Using the DiskArray interface
Raster bands as 2D DiskArrays
As of ArchGDAL version 0.5.0 and higher a RasterBand
is a subtype of AbstractDiskArray
from the DiskArrays.jl package. This means that a RasterBand
is also an AbstractArray
and can therefore be treated like any Julia array. This means that square bracket indexing works in addition to the read
methods described above.
band[1000:1010,300:310]
11×11 Matrix{UInt8}: 0x87 0x8a 0x7b 0x5f 0x32 0x08 0x11 0x11 0x0d 0x0e 0x09 0x8c 0x96 0x70 0x70 0x32 0x10 0x0e 0x0e 0x0a 0x11 0x0a 0x88 0xa5 0x87 0x6f 0x25 0x10 0x0f 0x10 0x0a 0x10 0x07 0x80 0x9c 0x87 0x60 0x1c 0x16 0x10 0x0b 0x03 0x0c 0x0f 0x7a 0x7e 0x6e 0x57 0x2d 0x12 0x0f 0x0c 0x05 0x0e 0x0f 0x80 0x6e 0x5e 0x5b 0x3d 0x0a 0x0e 0x13 0x0f 0x13 0x07 0x8f 0x70 0x58 0x5a 0x26 0x0f 0x10 0x11 0x0a 0x11 0x0f 0x96 0x73 0x56 0x63 0x1b 0x13 0x10 0x0d 0x03 0x0e 0x18 0x91 0x71 0x5a 0x80 0x35 0x0b 0x0e 0x13 0x0b 0x10 0x0f 0x87 0x69 0x67 0x84 0x61 0x00 0x0f 0x0c 0x04 0x0c 0x11 0x88 0x6a 0x72 0x70 0x1a 0x0e 0x0f 0x0c 0x09 0x06 0x06
Also, windowed reading of the data can alternatively be done through the DiskArrays interface:
using DiskArrays: eachchunk
# take only the first 3 chunks to decrease output
using Base.Iterators: take
for (rows, cols) in take(eachchunk(band), 3)
@info "window" rows cols
end
┌ Info: window │ rows = CartesianIndex(1, 1) └ cols = CartesianIndex(2, 1) ┌ Info: window │ rows = CartesianIndex(257, 1) └ cols = CartesianIndex(258, 1) ┌ Info: window │ rows = CartesianIndex(513, 1) └ cols = CartesianIndex(514, 1)

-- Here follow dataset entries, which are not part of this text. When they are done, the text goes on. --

package sight

import (
	"enfilade/solver/exact"
	"enfilade/solver/mesh"
)

// later marks, in a frame's complemented edge, a hit that has been found but must wait its turn in the order of sight. It
// lies above every half-edge of a mesh within the legal size.
const later mesh.Edge = 1 << 29

// inc is the next corner counter-clockwise.
var inc = [3]int{1, 2, 0}

// expand sends one cone through the mesh and appends what its parts end on, from right to left. The loop keeps the
// rightmost open cone in hand and the others on a stack, so that triangles are visited in the order in which they are seen.
// It costs two cross products a triangle, and no allocation once the buffers have grown.
func (f *Finder) expand(now frame, eye exact.Pt, height int32) {
	steps := f.m.Steps
	hits, stack := f.hits, f.stack[:0]
	count := 0
	for {
		s := &steps[mesh.StepAt(now.in)]
		count++
		if f.keep {
			f.cones = append(f.cones, Cone{now.in.Tri(), now.r, now.l})
		}
		v := s.Apex.Sub(eye)
		onRight, onLeft := now.r.Cross(v), v.Cross(now.l)
		if onRight > 0 {
			if onLeft > 0 { // the apex splits the cone
				if s.TopLeft < height {
					stack = append(stack, frame{s.Left, v, now.l})
				} else {
					stack = append(stack, frame{^(now.in.Prev() | later), v, now.l})
				}
				now.l = v
			} else if onLeft == 0 && s.TopLeft >= height && f.edgeOn(now.in, now.l, eye) {
				stack = append(stack, frame{^now.in.Prev(), now.l, now.l})
			}
			// Only the right edge is crossed, or it comes first.
			if s.TopRight < height {
				now.in = s.Right
				continue
			}
			hits = append(hits, hit{now.in.Next(), now.r, now.l})
		} else { // only the left edge is crossed
			if onRight == 0 && s.TopRight >= height && f.edgeOn(now.in.Next(), now.r, eye) {
				hits = append(hits, hit{^now.in.Next(), now.r, now.r})
			}
			if s.TopLeft < height {
				now.in = s.Left
				continue
			}
			hits = append(hits, hit{now.in.Prev(), now.r, now.l})
		}
		for {
			if len(stack) == 0 {
				f.hits, f.stack = hits, stack
				f.count += count
				return
			}
			now = stack[len(stack)-1]
			stack = stack[:len(stack)-1]
			if now.in >= 0 {
				break
			}
			if e := ^now.in; e&later != 0 {
				now.in = e &^ later
			}
			hits = append(hits, hit(now))
		}
	}
}

// edgeOn reports whether the starting corner of e lies on direction d from the eye.
func (f *Finder) edgeOn(e mesh.Edge, d exact.Vec, eye exact.Pt) bool {
	return d.Cross(f.m.Tris[e.Tri()].P[e.Corner()].Sub(eye)) == 0
}
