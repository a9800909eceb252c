package sight

import (
	"math"

	"enfilade/solver/exact"
)

// Direction returns the direction of the given angle in degrees, counter-clockwise from +x, rounded once to a long grid
// vector; it is exact from there on. Multiples of 45 degrees come out exact.
func Direction(degrees float64) exact.Vec {
	const long = 1 << 29
	d := math.Mod(degrees, 360)
	if d < 0 {
		d += 360
	}
	if d == 360 { // a tiny negative angle plus 360
		d = 0
	}
	if k := d / 45; k == math.Trunc(k) {
		eighths := [8]exact.Vec{{X: 1}, {X: 1, Y: 1}, {Y: 1}, {X: -1, Y: 1}, {X: -1}, {X: -1, Y: -1}, {Y: -1}, {X: 1, Y: -1}}
		v := eighths[int(k)]
		return exact.Vec{X: v.X * long, Y: v.Y * long}
	}
	s, c := math.Sincos(d * math.Pi / 180)
	return exact.Vec{X: int32(math.Round(c * long)), Y: int32(math.Round(s * long))}
}

// View returns the clip of an eye with the given heading and view angle in degrees; 360 or more is all round.
func View(heading, view float64) Clip {
	if view >= 360 {
		return Clip{}
	}
	return Clip{Sides: true, Right: Direction(heading - view/2), Mid: Direction(heading), Left: Direction(heading + view/2)}
}

// Front returns the clip of a face seen from its front, which lies to the left of the line from a to b: half a turn.
func Front(a, b exact.Pt) Clip {
	d := b.Sub(a)
	return Clip{Sides: true, Right: d, Mid: d.Left(), Left: d.Neg()}
}

// holds reports whether the clip leaves direction d and the point p in.
func (c *Clip) holds(p exact.Pt, d exact.Vec) bool {
	if c.Sides && !within(c.Right, c.Mid, d) && !within(c.Mid, c.Left, d) {
		return false
	}
	for i, a := range c.Range {
		b := c.Range[(i+1)%len(c.Range)]
		if exact.Area2(a, b, p) < 0 {
			return false
		}
	}
	return true
}

// within reports whether d lies in the closed sector from r to l, at most half a turn.
func within(r, l, d exact.Vec) bool {
	return r.Cross(d) >= 0 && d.Cross(l) >= 0 && (r.Cross(l) > 0 || r.Cross(d) > 0 || sameWay(r, d) || sameWay(l, d))
}
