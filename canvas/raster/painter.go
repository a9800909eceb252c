package raster

import (
	"image/color"

	"github.com/golang/freetype/raster"
)

// canvas is what spans are painted on: a tight RGBA image, opaque everywhere.
type canvas struct {
	pix   []uint8
	w, h  int
	clipX int // nothing is painted left of it
	clipY int // or above it
}

// painter blends spans of the rasteriser into a canvas. It is a raster.Painter.
type painter struct {
	*canvas
	mode       mode
	r, g, b, a uint32 // colour and strength, 0 to 255

	under []uint8 // ink that hides the spans; nil for none
	clip  []uint8 // coverage that the spans are cut to; nil for none
	store []uint8 // where coverage is put down, for a later clip; nil for none
	ink   []uint8 // base: where ink is put down; nil for none
	low   []uint8 // base: the mask that ink of every kind goes to

	hatch hatch
	wash  wash
}

type mode uint8

const (
	solid mode = iota
	hatched
	washed
)

func (p *painter) colour(c color.NRGBA) {
	p.r, p.g, p.b, p.a = uint32(c.R), uint32(c.G), uint32(c.B), uint32(c.A)
}

// Paint blends the spans. They come offset by the margin that keeps the rasteriser's coordinates positive.
func (p *painter) Paint(spans []raster.Span, _ bool) {
	for i := range spans {
		s := &spans[i]
		if s.Alpha == 0 {
			continue
		}
		y, x0, x1 := s.Y, max(s.X0, p.clipX), min(s.X1, p.w)
		if y < p.clipY || y >= p.h || x0 >= x1 {
			continue
		}
		cover := s.Alpha >> 8 // 16 bits to 8, full stays full
		p.span(y, x0, x1, cover)
	}
}

// span blends one run of pixels with the same coverage from 1 to 255.
func (p *painter) span(y, x0, x1 int, cover uint32) {
	row := y * p.w
	if p.store != nil {
		st := p.store[row+x0 : row+x1]
		for i := range st {
			st[i] = uint8(cover)
		}
	}
	switch {
	case p.mode == washed:
		p.washSpan(y, x0, x1, cover)
	case p.mode == hatched:
		p.hatchSpan(y, x0, x1, cover)
	case p.under == nil && p.clip == nil:
		p.plainSpan(y, x0, x1, cover)
	default:
		p.maskedSpan(y, x0, x1, cover)
	}
	if p.ink != nil {
		putInk(p.ink[row+x0:row+x1], scale(cover, p.a))
	}
	if p.low != nil {
		putInk(p.low[row+x0:row+x1], scale(cover, p.a))
	}
}

func putInk(m []uint8, a uint32) {
	for i, v := range m {
		m[i] = uint8(uint32(v) + scale(255-uint32(v), a))
	}
}

// scale returns a*b/255, rounded.
func scale(a, b uint32) uint32 {
	t := a*b + 128
	return (t + t>>8) >> 8
}

// plainSpan blends one colour at one strength.
func (p *painter) plainSpan(y, x0, x1 int, cover uint32) {
	a := scale(cover, p.a)
	pix := p.pix[(y*p.w+x0)*4 : (y*p.w+x1)*4]
	if a == 255 {
		r, g, b := uint8(p.r), uint8(p.g), uint8(p.b)
		for i := 0; i+3 < len(pix); i += 4 {
			pix[i], pix[i+1], pix[i+2] = r, g, b
		}
		return
	}
	for i := 0; i+3 < len(pix); i += 4 {
		blend(pix[i:i+4:i+4], p.r, p.g, p.b, a)
	}
}

// blend mixes a colour into one opaque pixel at a strength from 0 to 255.
func blend(q []uint8, r, g, b, a uint32) {
	n := 255 - a
	q[0] = uint8((uint32(q[0])*n + r*a + 127) * 257 >> 16)
	q[1] = uint8((uint32(q[1])*n + g*a + 127) * 257 >> 16)
	q[2] = uint8((uint32(q[2])*n + b*a + 127) * 257 >> 16)
}

// maskedSpan blends one colour, less where ink lies over it or the clip lets less through.
func (p *painter) maskedSpan(y, x0, x1 int, cover uint32) {
	a := scale(cover, p.a)
	row := y * p.w
	pix := p.pix[(row+x0)*4 : (row+x1)*4]
	for x := x0; x < x1; x++ {
		s := a
		if p.under != nil {
			s = scale(s, 255-uint32(p.under[row+x]))
		}
		if p.clip != nil {
			s = scale(s, uint32(p.clip[row+x]))
		}
		if s != 0 {
			i := (x - x0) * 4
			blend(pix[i:i+4:i+4], p.r, p.g, p.b, s)
		}
	}
}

This code is similar to the window function mentioned in Windowed Reads and Writes but more portable because the raster band can be exchanged with any other type implementing the DiskArrays interface. Also, for many operations it will not be necessary anymore to implement the window loop, since the DiskArrays
package provides efficient implementations for reductions and lazy broadcasting, so that for example operations like:
sum(sqrt.(band), dims=1)
1×1024 Matrix{Float64}: 7094.48 7094.48 7094.48 7094.48 … 30197.9 30368.0 30295.8 29723.7
will read the data block by block allocating only the amount of memory in the order of the size of a single raster block. See the DiskArrays README for more information on DiskArrays.jl
The RasterDataset type
Many raster datasets that contain multiple bands of the same size and data type can also be abstracted as a 3D array where the last dimension represents the band index. In order to open a raster dataset in a way that it is represented as a 3D AbstractArray
there is the readraster
funtion. It returns a RasterDataset
which is a thin wrapper around a Dataset
but it is a subtype of AbstractDiskArray{T,3}
and therefore part of the array hierarchy.
This means that data can be accessed with the square-bracket syntax
dataset = AG.readraster("gdalworkshop/world.tif")
dataset[1000,300,:]
3-element Vector{UInt8}: 0x87 0x78 0x41
and broadcasting, views and reductions are provided by the DiskArrays package. In addition, many ArchGDAL functions like (getband
, nraster
, getgeotransform
, etc) are delegated to the wrapped Dataset and work for RasterDatasets as well.